◆ Problem requirements: From the entries that follow, gather each line holding the word "InverseGammaVariance".
--- Supplied data Enclosed Below ---
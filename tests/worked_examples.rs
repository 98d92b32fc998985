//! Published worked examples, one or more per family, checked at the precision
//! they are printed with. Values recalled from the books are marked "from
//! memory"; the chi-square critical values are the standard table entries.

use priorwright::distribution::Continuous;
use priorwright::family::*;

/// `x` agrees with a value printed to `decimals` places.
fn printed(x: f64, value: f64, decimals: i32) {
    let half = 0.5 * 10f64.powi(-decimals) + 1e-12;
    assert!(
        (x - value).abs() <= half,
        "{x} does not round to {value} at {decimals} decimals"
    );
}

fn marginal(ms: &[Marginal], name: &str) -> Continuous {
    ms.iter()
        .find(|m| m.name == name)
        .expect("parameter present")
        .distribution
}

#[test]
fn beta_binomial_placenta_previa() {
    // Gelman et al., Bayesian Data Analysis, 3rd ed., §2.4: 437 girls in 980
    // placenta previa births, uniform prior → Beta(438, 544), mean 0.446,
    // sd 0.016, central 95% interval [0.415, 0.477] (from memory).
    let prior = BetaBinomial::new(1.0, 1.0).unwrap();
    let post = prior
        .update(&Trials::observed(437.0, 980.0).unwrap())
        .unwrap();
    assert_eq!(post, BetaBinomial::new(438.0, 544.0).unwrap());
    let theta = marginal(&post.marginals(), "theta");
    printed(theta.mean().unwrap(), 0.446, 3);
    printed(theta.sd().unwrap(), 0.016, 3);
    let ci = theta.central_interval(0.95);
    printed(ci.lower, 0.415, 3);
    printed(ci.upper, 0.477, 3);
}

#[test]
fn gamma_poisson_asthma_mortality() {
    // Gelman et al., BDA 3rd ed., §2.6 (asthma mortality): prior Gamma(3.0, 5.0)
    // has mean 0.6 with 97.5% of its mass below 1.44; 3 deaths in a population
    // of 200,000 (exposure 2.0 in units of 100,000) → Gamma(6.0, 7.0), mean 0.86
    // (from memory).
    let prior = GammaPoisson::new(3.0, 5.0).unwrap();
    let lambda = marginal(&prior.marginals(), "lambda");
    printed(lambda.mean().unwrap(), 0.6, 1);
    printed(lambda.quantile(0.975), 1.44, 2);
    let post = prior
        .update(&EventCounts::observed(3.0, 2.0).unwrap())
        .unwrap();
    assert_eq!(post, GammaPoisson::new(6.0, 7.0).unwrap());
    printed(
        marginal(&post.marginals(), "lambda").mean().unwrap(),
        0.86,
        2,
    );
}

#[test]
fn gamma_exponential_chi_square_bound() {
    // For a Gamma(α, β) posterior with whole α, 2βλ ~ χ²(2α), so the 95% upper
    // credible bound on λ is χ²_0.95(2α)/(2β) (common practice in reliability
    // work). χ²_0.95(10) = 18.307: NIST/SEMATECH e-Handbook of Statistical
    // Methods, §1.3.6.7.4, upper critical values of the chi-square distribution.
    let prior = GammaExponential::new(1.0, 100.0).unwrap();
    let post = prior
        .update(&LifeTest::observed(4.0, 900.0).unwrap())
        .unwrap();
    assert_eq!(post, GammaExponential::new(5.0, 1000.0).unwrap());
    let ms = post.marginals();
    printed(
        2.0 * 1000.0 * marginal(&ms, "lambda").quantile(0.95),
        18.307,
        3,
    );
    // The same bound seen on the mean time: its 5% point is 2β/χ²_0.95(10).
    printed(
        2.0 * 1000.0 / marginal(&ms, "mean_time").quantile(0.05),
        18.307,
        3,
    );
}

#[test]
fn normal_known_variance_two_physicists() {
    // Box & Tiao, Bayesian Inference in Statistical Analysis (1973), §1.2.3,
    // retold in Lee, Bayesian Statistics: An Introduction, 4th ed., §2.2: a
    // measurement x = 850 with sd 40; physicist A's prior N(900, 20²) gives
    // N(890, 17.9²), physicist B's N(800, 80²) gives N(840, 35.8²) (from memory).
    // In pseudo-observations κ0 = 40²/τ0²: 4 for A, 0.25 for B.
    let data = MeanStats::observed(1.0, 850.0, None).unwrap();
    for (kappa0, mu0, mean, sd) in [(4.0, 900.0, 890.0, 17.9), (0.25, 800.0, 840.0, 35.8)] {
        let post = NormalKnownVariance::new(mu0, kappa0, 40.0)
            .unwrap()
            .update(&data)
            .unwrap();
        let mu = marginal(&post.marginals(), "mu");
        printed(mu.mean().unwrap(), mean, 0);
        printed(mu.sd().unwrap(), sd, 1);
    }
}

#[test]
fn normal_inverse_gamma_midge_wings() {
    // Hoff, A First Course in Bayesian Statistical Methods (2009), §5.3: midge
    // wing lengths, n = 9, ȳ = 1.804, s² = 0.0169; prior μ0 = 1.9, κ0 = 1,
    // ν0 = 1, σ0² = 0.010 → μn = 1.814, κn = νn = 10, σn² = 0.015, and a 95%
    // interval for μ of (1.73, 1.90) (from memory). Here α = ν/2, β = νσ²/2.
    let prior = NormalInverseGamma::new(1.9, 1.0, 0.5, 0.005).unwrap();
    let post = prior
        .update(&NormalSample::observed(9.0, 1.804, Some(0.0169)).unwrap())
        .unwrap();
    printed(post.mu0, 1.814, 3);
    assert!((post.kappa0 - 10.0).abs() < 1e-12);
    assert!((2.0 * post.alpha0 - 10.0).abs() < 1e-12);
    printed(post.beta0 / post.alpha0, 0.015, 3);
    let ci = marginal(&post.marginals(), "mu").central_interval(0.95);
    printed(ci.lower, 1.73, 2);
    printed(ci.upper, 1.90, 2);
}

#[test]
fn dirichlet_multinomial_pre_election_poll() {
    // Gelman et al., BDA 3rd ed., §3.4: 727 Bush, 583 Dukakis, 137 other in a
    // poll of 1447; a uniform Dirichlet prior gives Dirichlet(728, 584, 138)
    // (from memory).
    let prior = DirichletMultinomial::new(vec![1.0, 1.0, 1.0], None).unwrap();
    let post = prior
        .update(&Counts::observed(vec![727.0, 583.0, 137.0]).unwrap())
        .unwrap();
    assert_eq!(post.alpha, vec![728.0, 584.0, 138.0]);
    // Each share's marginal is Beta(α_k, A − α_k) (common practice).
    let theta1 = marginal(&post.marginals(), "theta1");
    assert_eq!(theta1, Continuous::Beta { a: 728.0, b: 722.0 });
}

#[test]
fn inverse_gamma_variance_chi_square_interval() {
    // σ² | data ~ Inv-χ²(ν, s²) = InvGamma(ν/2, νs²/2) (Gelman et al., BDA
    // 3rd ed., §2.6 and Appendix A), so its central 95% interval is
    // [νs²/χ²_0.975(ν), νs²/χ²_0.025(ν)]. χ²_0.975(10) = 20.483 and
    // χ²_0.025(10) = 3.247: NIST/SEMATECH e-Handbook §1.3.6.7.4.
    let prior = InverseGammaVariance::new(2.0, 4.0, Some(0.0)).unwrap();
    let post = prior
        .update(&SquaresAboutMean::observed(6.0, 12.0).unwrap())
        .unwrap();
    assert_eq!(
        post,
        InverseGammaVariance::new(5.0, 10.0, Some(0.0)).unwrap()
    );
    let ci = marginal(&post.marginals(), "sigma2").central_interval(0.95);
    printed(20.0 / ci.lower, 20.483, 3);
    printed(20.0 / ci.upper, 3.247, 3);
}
--- End of Enclosed Supplied data ---
◆ Your response:
    let prior = InverseGammaVariance::new(2.0, 4.0, Some(0.0)).unwrap();
        InverseGammaVariance::new(5.0, 10.0, Some(0.0)).unwrap()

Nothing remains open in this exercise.